The only way out led to the front of the house, toward the street.
She’d get ahead of him.
She staggered to the front door, grabbed the lock, and twisted it open.
The door was heavy. It swung inward, pushing her back.
She clung to the handle to keep upright. The door slammed against the wall. The security chain whipped around and slapped the backs of her hands.
She stepped out. Two doors down, a man in a black coat was hurrying away.
Jess lifted her Glock. “Stop!” she screamed, but she barely heard her own voice.
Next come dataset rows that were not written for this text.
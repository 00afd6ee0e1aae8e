"""End to end: simulated records through the measurement core give back the simulator's truth.

The simulator synthesises time series from its own transfer-matrix network; the core
sees only volts and the rig file. The truth module is read here, in the test, never by
the core. Convention x(t) = Re{x̂ e^{+iωt}} for every phase below.
"""

from __future__ import annotations

import math
from pathlib import Path

import numpy as np
import pytest

from app.core.response import evaluate_point
from app.rig import Rig, load_rig, rig_from_dict
from drivers.simulated import SimulatedBurner, truth

RIG = Path(__file__).resolve().parents[2] / "configs" / "demo-rig.toml"


def calibrated(rig: Rig, sim: SimulatedBurner) -> Rig:
    """The rig file after a relative sensor calibration (here read from the simulator's truth).

    At a real rig this factor comes from the calibration procedure (all sensors at one
    plane, C_i = G_ref,ref / G_ref,i; common practice); the simulator's true sensor
    factors stand in for that measurement so the test isolates the core.
    """
    data = rig.model_dump()
    data.pop("source_path")
    factors = truth.true_sensor_factors(sim)
    for s in data["pressure_sensors"]:
        c = s["sensitivity"] / factors[s["channel"]]
        # the simulator's own factors are exact: their standard uncertainty is zero
        s["calibration"] = [{"frequency": 10.0, "gain": abs(c), "phase_deg": math.degrees(np.angle(c)),
                             "u_gain": 0.0, "u_phase_deg": 0.0}]
    return rig_from_dict(data, "calibrated-demo-rig")


def record(sim: SimulatedBurner, freq_hz: float, ratio: float = 0.05, duration_s: float = 1.0) -> np.ndarray:
    """Drive the simulator to ``ratio`` (peak |û|/ū) at ``freq_hz`` and return a record in volts."""
    per_volt = abs(truth.true_velocity_per_volt(sim, freq_hz, 0.1)) / truth.true_mean_velocity_reference(sim)
    sim.set_drive(freq_hz, min(ratio / per_volt, 0.95 * sim.drive_status().ceiling_v))
    while sim.drive_status().ramping:
        sim.read_block()
    for _ in range(3):  # acoustic settling after the ramp
        sim.read_block()
    n_blocks = round(duration_s / sim.rig.acquisition.block_duration)
    return np.concatenate([sim.read_block().data for _ in range(n_blocks)], axis=1)


@pytest.mark.slow
def test_core_recovers_simulated_ftf_within_its_95_percent_intervals():
    # Statistical check of honest intervals (common practice for an uncertainty estimate):
    # 5 seeds × 20 frequencies, 100–2000 Hz, 1 s records at 5 % forcing; at least 95 % of
    # points must hold the truth inside the core's own 95 % interval, for gain and for phase.
    rig = load_rig(RIG)
    hits_gain = hits_phase = n = 0
    for seed in (1, 2, 3, 4, 5):
        sim = SimulatedBurner(rig, seed=seed)
        sim.start()
        cal = calibrated(rig, sim)
        for f in np.arange(100.0, 2001.0, 100.0):
            pt = evaluate_point(record(sim, f), sim.channels, sim.sample_rate_hz, f, cal)
            true = truth.true_ftf(sim, f, pt.velocity.amplitude_ratio)
            hits_gain += abs(pt.gain - abs(true)) <= pt.gain_ci95
            hits_phase += abs(np.angle(pt.ftf / true)) <= pt.phase_ci95_rad
            n += 1
        sim.stop()
    assert n == 100
    assert hits_gain / n >= 0.95, hits_gain
    assert hits_phase / n >= 0.95, hits_phase


def test_uncalibrated_sensor_shows_in_the_fit():
    # Common practice: a sensor whose sensitivity is off by a few percent shows up as a
    # larger multi-microphone residual; relative calibration removes it.
    rig = load_rig(RIG)
    sim = SimulatedBurner(rig, seed=11)
    sim.start()
    cal = calibrated(rig, sim)
    data = record(sim, 600.0, duration_s=2.0)
    raw = evaluate_point(data, sim.channels, sim.sample_rate_hz, 600.0, rig)
    fixed = evaluate_point(data, sim.channels, sim.sample_rate_hz, 600.0, cal)
    assert raw.quality["mmm_residual"] > 3 * fixed.quality["mmm_residual"]
    sim.stop()


def test_premixed_flame_gain_tends_to_one_at_low_frequency():
    # Trade fact (common practice): a perfectly premixed flame's gain → 1 as f → 0.
    rig = load_rig(RIG)
    sim = SimulatedBurner(rig, seed=3)
    sim.start()
    cal = calibrated(rig, sim)
    # Low frequencies need long records: every sensor pair is far below its usable band.
    pt = evaluate_point(record(sim, 30.0, duration_s=8.0), sim.channels, sim.sample_rate_hz, 30.0, cal)
    assert pt.gain_ci95 < 0.04
    assert abs(pt.gain - 1.0) < 0.05
    # and the gain has fallen well below 1 at high frequency (low-pass)
    hi = evaluate_point(record(sim, 1500.0), sim.channels, sim.sample_rate_hz, 1500.0, cal)
    assert hi.gain + hi.gain_ci95 < 0.5
    sim.stop()
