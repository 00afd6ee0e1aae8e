"""The guard's direct retune (``retune="direct"``): a sine's frequency changed at the next peak,
phase-continuous, the amplitude ramped straight from old to new under the same rate limit.

Safety properties checked sample by sample: the envelope never above the larger of the old and
new amplitudes nor the ceiling, never faster than ceiling / ramp_time, the samples and their
slope continuous at the switch (common practice for stepped-sine generators: a
phase-continuous switch where the slope is zero); multi-sine changes still pass through zero;
a halt still zeroes at once and latches; amplitude schedules (instruments) refuse it.
"""

from __future__ import annotations

import math

import numpy as np
import pytest

from drivers.errors import DriveHalted
from drivers.guard import CeilingGuard, InvalidDriveRequest

FS = 25600.0
CEILING = 2.0
RAMP = 0.3
STEP = CEILING / RAMP / FS


def _guard(mode: str = "direct") -> CeilingGuard:
    g = CeilingGuard(CEILING, FS, RAMP, retune=mode)
    g.request(300.0, 0.8)
    g.render(int(FS * 0.2))          # up to 0.8 V
    assert g.settled()
    return g


@pytest.mark.parametrize("new_f,new_a", [(350.0, 0.5), (250.0, 1.2), (1000.0, 0.8), (100.0, 0.3)])
def test_direct_retune_keeps_the_envelope_rate_and_continuity(new_f, new_a) -> None:
    g = _guard()
    before = g.render(256)
    g.request(new_f, new_a)
    after = g.render(int(FS * 0.2))
    x = np.concatenate([before, after])
    cut = g.last_switch_samples
    assert cut is not None and 1 <= cut <= FS / 300.0 / 2 + 1          # within half a period of 300 Hz
    # no sample above the larger amplitude (nor the ceiling), no clip ever needed
    assert np.max(np.abs(x)) <= max(0.8, new_a) + 1e-12 and g.clip_events == 0
    # the envelope moves at most one rate step per sample: |x| can exceed the old envelope only by that
    n = np.arange(1, after.size + 1)
    bound = np.minimum(max(0.8, new_a), 0.8 + n * STEP) if new_a > 0.8 else np.full(after.size, 0.8)
    assert np.all(np.abs(after) <= bound + 1e-12)
    # continuity at the switch: the step between samples no larger than the faster sine's largest step
    dmax = max(0.8, new_a) * 2 * math.pi * max(300.0, new_f) / FS
    assert np.max(np.abs(np.diff(x))) <= dmax * 1.001
    # at the switch the old sine was at a peak (slope zero): its sample near +-0.8 V
    assert abs(abs(after[cut - 1]) - 0.8) <= 0.8 * (2 * math.pi * 300.0 / FS) ** 2 + cut * STEP + 1e-9
    assert g.settled() and g.status().freq_hz == new_f and g.status().amplitude_v == pytest.approx(new_a)


def test_direct_retune_is_faster_than_through_zero() -> None:
    direct, zero = _guard("direct"), _guard("through-zero")
    for g in (direct, zero):
        g.request(350.0, 0.9)
    assert direct.time_to_settle_s() < 0.5 * zero.time_to_settle_s()
    assert zero.time_to_settle_s() == pytest.approx((0.8 + 0.9) / (CEILING / RAMP))
    direct.render(int(FS * 0.05))
    assert direct.settled()


def test_multisine_changes_still_pass_through_zero_in_direct_mode() -> None:
    g = _guard()
    g.request_multisine(256, (3, 5), (0.2, 0.2), (0.0, 1.0))
    out = g.render(int(FS * 0.3))
    assert np.any(out == 0.0) and g.status().freq_hz == FS / 256
    g.request(400.0, 0.3)                 # from a multi-sine back to a sine: through zero too
    out = g.render(int(FS * 0.3))
    assert np.any(out == 0.0) and g.status().freq_hz == 400.0


def test_halt_during_a_direct_retune_zeroes_and_latches() -> None:
    g = _guard()
    g.request(320.0, 1.5)
    g.render(10)
    g.halt()
    assert np.all(g.render(512) == 0.0)
    with pytest.raises(DriveHalted):
        g.request(320.0, 0.5)


def test_amplitude_schedules_refuse_a_direct_retune_and_bad_modes_are_refused() -> None:
    g = _guard()
    g.request(900.0, 0.5)
    with pytest.raises(InvalidDriveRequest):
        g.amplitude_schedule(0.1, 0.01)
    with pytest.raises(InvalidDriveRequest):
        CeilingGuard(CEILING, FS, RAMP, retune="sideways")


def test_the_default_still_ramps_through_zero() -> None:
    g = _guard("through-zero")
    assert g.retune == "through-zero"
    g.request(350.0, 0.8)
    out = g.render(int(FS * 0.6))
    assert np.any(out == 0.0) and g.last_switch_samples is not None
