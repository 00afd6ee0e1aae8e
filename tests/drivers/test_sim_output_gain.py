"""The output_gain scenario fault: the drive chain delivers a multiple of the command.

Example of the real fault (common practice): a function generator set for a 50 Ω load
drives a high-impedance amplifier input and delivers twice the commanded voltage. The
speaker and the drive reference channel carry factor × the guard's samples; the guard's
own status (and its drive log) do not change, so only an independent measurement (the
reference channel, the pressures) can show it.
"""

from __future__ import annotations

from pathlib import Path

import numpy as np
import pytest

from app.errors import ConfigError
from app.rig import load_rig, read_toml
from drivers.simulated import SimulatedBurner
from drivers.simulated.scenario import load_scenario, scenario_from_dict

CONFIGS = Path(__file__).resolve().parents[2] / "configs"
DEMO = CONFIGS / "demo-scenario.toml"


@pytest.fixture(scope="module")
def rig():
    return load_rig(CONFIGS / "demo-rig.toml")


def with_output_gain(**entry):
    data = read_toml(DEMO)
    data["faults"] = {**data["faults"], "output_gain": entry}
    return scenario_from_dict(data, str(DEMO))


def line(x, freq_hz, fs):
    """Peak amplitude of the line at freq_hz by least squares (Kay 1993, ch. 3)."""
    t = np.arange(x.size) / fs
    basis = np.column_stack([np.cos(2 * np.pi * freq_hz * t), np.sin(2 * np.pi * freq_hz * t), np.ones_like(t)])
    c, *_ = np.linalg.lstsq(basis, x, rcond=None)
    return float(np.hypot(c[0], c[1]))


@pytest.mark.parametrize("factor", [2.0, 0.5])
def test_reference_and_speaker_carry_factor_times_the_command(rig, factor):
    sim = SimulatedBurner(rig, with_output_gain(enabled=True, factor=factor, time="0.8 s"), seed=21)
    f, v = 300.0, 0.2  # speaker compression (1 + (V/V_c)²)^-1/2 changes by < 0.2 %; the flame is not clipped
    sim.start()
    sim.set_drive(f, v)
    data = np.concatenate([sim.read_block().data for _ in range(14)], axis=1)
    fs = sim.sample_rate_hz
    before, after = data[:, int(0.45 * fs):int(0.8 * fs)], data[:, int(0.95 * fs):]
    ref = sim.channels.index("drv_ref")
    assert line(before[ref], f, fs) == pytest.approx(v, rel=1e-3)
    assert line(after[ref], f, fs) == pytest.approx(factor * v, rel=1e-3)
    for i in range(len(rig.pressure_sensors)):  # the speaker moves factor × as much (linear regime)
        assert line(after[i], f, fs) / line(before[i], f, fs) == pytest.approx(factor, rel=0.02)
    # the guard knows nothing of it
    assert sim.drive_status().amplitude_v == pytest.approx(v)
    assert sim.guard.render(64).max() <= v + 1e-12


def test_disabled_or_later_fault_does_nothing(rig):
    sim = SimulatedBurner(rig, with_output_gain(enabled=False, factor=3.0, time="0 s"), seed=22)
    sim.start()
    sim.set_drive(300.0, 0.1)
    data = np.concatenate([sim.read_block().data for _ in range(6)], axis=1)
    ref = data[sim.channels.index("drv_ref"), int(0.4 * sim.sample_rate_hz):]
    assert line(ref, 300.0, sim.sample_rate_hz) == pytest.approx(0.1, rel=1e-3)


@pytest.mark.parametrize("entry, key", [
    ('{ enabled = true, factor = -2.0 }', "faults.output_gain.factor"),
    ('{ enabled = true, facter = 2.0 }', "faults.output_gain.facter"),
    ('{ enabled = true, time = "2 kg" }', "faults.output_gain.time"),
    ('"twice"', "faults.output_gain"),
])
def test_malformed_entry_names_the_key_and_the_file(tmp_path, entry, key):
    bad = tmp_path / "gain-scenario.toml"
    bad.write_text(f'rig = "{CONFIGS / "demo-rig.toml"}"\n[faults]\noutput_gain = {entry}\n')
    with pytest.raises(ConfigError) as exc:
        load_scenario(bad)
    msg = str(exc.value)
    assert "gain-scenario.toml" in msg and key in msg
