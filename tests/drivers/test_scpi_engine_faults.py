"""What the engine says when the generator is lost mid-sweep: the truth about the output.

The SCPI generator (loopback emulator over pyvisa-py) drives, the simulated burner records.
The emulator is shut down in the middle of a sweep, as a generator losing power or its
network would be. The output can then not be switched off or read back, so the fault must
not claim "drive brought to zero": it must tell the operator to switch the amplifier off
(common practice: never report a safe state that was not confirmed).
"""

from __future__ import annotations

from app.engine import states as S
from app.engine.events import EventBus, FaultRaised, StateChanged
from app.engine.sweep import SweepEngine
from app.plan import plan_from_dict
from app.rig import load_rig
from drivers.scpi_recorder import ScpiSimulated
from scpi_emulator import ScpiEmulator
from test_scpi_sweep import PLAN, rig_file, tomllib_loads


def _sweep_losing_the_generator(tmp_path, lose) -> tuple[str, list[FaultRaised]]:
    with ScpiEmulator() as emu:
        rig = load_rig(rig_file(tmp_path, emu))
        plan = plan_from_dict(tomllib_loads(PLAN), str(tmp_path / "plan.toml"))
        dev = ScpiSimulated(rig, seed=4)
        bus = EventBus()
        faults: list[FaultRaised] = []
        bus.subscribe(lambda e: faults.append(e) if isinstance(e, FaultRaised) else None)
        bus.subscribe(lambda e: lose(emu) if isinstance(e, StateChanged) and e.new == S.TUNING
                      and e.point_index == 1 else None)
        engine = SweepEngine(plan, rig, dev, bus, backend_name="scpi+simulated")
        try:
            reason = engine.run()
        finally:
            try:
                dev.stop()
            except Exception:
                pass
    return reason, faults


def test_a_lost_generator_is_reported_as_not_confirmed_at_zero(tmp_path):
    # before: the stored fault said "drive ramped to zero" although the output could not be switched off
    reason, faults = _sweep_losing_the_generator(tmp_path, lambda emu: emu.close())
    fatal = [f for f in faults if f.fatal]
    assert reason == "fault" and len(fatal) == 1, [f.message for f in faults]
    assert "could not be confirmed at zero" in fatal[0].action
    assert "switch the amplifier off" in fatal[0].action
    assert "brought to zero" not in fatal[0].action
The man ducked into a white car.
She squinted, trying to focus. The car’s engine roared, and the tires squealed. She staggered to the middle of the front lawn.
Her stomach heaved.
The man and the white car raced by.
She held her gun out, fighting to level her aim on the moving target.
She lowered her weapon. She couldn’t fire. Not wildly. Not in a neighborhood where bystanders could be hit.
Her sight line followed the Chrysler.
Charlene. In the street.
Charlene stood by the Crown Vic, her gun in her outstretched arms, pointing at the fast approaching white Chrysler.
The car fishtailed around her, the rear end striking a fence before roaring off down the street.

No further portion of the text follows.